**TASK GOAL:** Scan the records for "does" and copy each line that contains it.

**RECORDED DATA:**
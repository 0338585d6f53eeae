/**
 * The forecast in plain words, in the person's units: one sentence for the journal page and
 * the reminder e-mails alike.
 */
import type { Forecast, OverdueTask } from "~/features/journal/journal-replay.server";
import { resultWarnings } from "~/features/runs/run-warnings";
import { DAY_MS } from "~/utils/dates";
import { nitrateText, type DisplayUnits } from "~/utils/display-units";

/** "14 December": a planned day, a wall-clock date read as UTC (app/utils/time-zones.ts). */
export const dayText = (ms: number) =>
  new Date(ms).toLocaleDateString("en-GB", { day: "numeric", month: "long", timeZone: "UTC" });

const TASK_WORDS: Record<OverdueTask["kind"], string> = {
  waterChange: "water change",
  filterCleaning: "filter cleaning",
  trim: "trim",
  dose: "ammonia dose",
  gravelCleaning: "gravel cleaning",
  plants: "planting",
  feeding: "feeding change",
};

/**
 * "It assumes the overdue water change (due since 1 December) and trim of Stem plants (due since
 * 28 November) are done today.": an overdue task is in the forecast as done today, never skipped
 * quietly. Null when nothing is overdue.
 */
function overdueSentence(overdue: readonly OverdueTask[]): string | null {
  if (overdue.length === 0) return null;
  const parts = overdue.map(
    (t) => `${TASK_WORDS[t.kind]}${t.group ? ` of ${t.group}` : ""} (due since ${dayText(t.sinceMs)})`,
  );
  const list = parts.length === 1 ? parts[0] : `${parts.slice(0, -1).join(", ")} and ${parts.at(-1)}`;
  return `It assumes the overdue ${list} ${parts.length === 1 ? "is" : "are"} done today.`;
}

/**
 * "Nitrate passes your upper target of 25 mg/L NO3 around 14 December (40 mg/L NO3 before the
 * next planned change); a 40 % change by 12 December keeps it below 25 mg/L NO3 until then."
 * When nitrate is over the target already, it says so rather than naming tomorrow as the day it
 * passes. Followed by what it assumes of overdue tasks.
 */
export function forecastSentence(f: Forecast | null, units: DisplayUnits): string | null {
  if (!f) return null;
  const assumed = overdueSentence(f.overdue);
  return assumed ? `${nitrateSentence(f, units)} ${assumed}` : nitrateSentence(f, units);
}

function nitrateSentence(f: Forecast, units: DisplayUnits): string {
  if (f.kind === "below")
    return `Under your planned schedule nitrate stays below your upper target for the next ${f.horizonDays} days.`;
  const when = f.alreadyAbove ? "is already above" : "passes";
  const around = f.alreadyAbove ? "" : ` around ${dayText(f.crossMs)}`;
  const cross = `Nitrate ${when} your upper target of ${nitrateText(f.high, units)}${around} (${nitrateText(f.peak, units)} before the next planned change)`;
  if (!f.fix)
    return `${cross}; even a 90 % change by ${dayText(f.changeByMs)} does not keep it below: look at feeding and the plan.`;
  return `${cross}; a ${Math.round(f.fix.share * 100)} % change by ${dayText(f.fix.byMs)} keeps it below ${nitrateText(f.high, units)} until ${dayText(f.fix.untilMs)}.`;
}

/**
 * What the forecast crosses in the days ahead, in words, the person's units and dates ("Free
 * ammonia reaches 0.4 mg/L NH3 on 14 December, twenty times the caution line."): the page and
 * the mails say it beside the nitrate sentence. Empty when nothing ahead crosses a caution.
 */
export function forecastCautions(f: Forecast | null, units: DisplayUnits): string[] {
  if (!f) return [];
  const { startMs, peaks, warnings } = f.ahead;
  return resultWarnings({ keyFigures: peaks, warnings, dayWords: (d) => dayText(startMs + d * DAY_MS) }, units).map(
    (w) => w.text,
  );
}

* * *

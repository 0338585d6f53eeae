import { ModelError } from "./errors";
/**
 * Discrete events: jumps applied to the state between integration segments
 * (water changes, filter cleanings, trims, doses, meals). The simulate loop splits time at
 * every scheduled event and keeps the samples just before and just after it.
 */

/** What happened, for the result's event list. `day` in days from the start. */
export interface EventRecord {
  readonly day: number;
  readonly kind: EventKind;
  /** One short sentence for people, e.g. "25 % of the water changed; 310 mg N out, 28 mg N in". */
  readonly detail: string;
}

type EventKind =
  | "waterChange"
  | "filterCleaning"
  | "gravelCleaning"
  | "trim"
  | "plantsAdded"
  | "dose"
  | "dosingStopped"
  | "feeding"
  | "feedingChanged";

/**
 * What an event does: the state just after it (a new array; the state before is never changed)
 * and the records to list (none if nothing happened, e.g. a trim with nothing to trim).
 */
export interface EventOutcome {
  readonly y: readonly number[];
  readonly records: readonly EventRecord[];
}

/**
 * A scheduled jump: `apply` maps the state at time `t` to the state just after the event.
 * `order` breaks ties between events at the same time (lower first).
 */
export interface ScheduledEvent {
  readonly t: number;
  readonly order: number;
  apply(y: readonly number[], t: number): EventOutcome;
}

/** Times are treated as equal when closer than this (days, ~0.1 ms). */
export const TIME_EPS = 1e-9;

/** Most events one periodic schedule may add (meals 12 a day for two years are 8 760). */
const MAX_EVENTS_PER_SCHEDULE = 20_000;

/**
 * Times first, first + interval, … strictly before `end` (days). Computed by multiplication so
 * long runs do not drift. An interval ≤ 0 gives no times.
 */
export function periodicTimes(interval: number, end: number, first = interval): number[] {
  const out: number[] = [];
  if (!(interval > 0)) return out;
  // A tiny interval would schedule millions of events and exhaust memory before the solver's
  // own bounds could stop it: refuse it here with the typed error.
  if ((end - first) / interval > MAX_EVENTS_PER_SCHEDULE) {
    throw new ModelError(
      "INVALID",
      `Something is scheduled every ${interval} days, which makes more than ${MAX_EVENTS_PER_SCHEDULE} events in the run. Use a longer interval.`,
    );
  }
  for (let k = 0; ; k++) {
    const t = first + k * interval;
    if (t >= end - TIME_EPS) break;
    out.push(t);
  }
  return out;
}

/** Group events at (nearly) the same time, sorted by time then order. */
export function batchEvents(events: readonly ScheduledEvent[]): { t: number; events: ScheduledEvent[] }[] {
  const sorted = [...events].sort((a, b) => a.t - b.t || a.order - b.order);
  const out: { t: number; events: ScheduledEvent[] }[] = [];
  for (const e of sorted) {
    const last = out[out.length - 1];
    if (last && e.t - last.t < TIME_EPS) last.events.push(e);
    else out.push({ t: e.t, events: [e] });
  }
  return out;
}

...

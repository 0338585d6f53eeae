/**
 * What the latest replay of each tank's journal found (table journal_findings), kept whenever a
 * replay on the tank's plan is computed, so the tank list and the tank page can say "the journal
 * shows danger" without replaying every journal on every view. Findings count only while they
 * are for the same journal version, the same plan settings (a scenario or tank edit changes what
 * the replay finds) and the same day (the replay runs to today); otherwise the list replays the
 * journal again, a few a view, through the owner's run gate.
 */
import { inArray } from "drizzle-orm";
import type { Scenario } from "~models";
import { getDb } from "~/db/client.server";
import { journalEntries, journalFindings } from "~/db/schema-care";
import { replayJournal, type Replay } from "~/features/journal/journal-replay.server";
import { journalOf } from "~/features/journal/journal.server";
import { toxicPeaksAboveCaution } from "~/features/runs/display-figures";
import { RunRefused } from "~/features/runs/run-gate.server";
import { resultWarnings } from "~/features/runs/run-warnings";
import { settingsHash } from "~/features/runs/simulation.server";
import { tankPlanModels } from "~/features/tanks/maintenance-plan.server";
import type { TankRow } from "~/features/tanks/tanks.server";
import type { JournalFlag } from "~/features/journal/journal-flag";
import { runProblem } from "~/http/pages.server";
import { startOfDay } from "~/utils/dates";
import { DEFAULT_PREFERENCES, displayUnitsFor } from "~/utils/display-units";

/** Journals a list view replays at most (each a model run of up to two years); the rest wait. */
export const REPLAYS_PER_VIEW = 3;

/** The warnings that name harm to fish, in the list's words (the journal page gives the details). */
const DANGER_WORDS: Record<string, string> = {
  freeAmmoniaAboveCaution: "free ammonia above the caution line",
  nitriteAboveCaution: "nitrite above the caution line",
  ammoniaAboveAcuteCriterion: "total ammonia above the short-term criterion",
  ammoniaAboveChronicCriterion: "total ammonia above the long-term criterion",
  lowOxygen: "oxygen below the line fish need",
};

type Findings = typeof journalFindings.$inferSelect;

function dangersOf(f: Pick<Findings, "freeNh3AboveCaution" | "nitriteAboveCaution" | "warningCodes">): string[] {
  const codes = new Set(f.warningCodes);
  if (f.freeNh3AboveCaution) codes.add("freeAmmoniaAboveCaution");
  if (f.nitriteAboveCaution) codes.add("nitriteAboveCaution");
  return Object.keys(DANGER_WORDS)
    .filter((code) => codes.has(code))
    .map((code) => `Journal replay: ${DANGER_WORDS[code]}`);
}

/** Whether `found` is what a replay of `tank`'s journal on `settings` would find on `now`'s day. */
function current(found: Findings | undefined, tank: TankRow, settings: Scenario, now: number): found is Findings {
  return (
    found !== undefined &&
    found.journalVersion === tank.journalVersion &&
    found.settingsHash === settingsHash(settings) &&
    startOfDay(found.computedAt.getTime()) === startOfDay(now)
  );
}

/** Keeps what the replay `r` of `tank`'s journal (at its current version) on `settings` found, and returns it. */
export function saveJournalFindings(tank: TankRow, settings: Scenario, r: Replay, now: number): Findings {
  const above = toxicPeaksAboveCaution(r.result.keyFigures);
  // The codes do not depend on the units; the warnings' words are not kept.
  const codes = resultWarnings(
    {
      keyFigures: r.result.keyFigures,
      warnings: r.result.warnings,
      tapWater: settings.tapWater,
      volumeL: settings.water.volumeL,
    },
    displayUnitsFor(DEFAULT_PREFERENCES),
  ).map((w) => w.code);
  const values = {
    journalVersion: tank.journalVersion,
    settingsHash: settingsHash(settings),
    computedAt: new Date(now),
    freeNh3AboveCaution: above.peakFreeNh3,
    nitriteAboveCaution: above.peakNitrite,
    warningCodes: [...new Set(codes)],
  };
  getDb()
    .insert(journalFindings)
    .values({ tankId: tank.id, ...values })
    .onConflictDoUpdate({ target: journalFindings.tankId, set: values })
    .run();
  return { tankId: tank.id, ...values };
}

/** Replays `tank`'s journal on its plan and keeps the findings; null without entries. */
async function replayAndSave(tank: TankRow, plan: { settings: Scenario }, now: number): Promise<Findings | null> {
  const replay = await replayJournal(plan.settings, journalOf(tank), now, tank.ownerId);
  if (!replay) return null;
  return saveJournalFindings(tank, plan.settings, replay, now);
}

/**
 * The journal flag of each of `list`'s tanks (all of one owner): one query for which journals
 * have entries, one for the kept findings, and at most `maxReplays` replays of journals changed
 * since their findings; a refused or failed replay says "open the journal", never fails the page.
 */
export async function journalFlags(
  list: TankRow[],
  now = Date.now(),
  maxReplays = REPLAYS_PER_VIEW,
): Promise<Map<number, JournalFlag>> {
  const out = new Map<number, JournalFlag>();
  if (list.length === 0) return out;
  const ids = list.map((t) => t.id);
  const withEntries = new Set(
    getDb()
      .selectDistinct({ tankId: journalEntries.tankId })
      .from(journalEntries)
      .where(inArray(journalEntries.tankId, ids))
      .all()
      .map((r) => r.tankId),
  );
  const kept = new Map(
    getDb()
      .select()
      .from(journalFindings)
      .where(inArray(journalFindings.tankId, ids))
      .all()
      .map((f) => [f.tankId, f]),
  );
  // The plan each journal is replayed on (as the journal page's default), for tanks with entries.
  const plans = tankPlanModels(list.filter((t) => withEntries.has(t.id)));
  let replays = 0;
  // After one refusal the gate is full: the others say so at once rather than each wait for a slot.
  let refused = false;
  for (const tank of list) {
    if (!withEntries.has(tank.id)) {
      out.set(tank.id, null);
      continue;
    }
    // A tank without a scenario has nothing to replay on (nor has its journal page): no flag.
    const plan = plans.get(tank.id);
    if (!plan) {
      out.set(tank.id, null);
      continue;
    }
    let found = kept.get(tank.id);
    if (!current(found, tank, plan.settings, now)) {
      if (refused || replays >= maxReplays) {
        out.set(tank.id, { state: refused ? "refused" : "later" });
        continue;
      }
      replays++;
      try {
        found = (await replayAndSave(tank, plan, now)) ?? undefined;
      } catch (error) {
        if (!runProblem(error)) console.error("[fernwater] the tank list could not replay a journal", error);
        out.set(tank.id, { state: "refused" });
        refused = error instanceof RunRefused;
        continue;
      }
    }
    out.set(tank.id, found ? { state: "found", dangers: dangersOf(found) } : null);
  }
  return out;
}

**SOLVED PROBLEM:**
    return `${cross}; even a 90 % change by ${dayText(f.changeByMs)} does not keep it below: look at feeding and the plan.`;
 * What an event does: the state just after it (a new array; the state before is never changed)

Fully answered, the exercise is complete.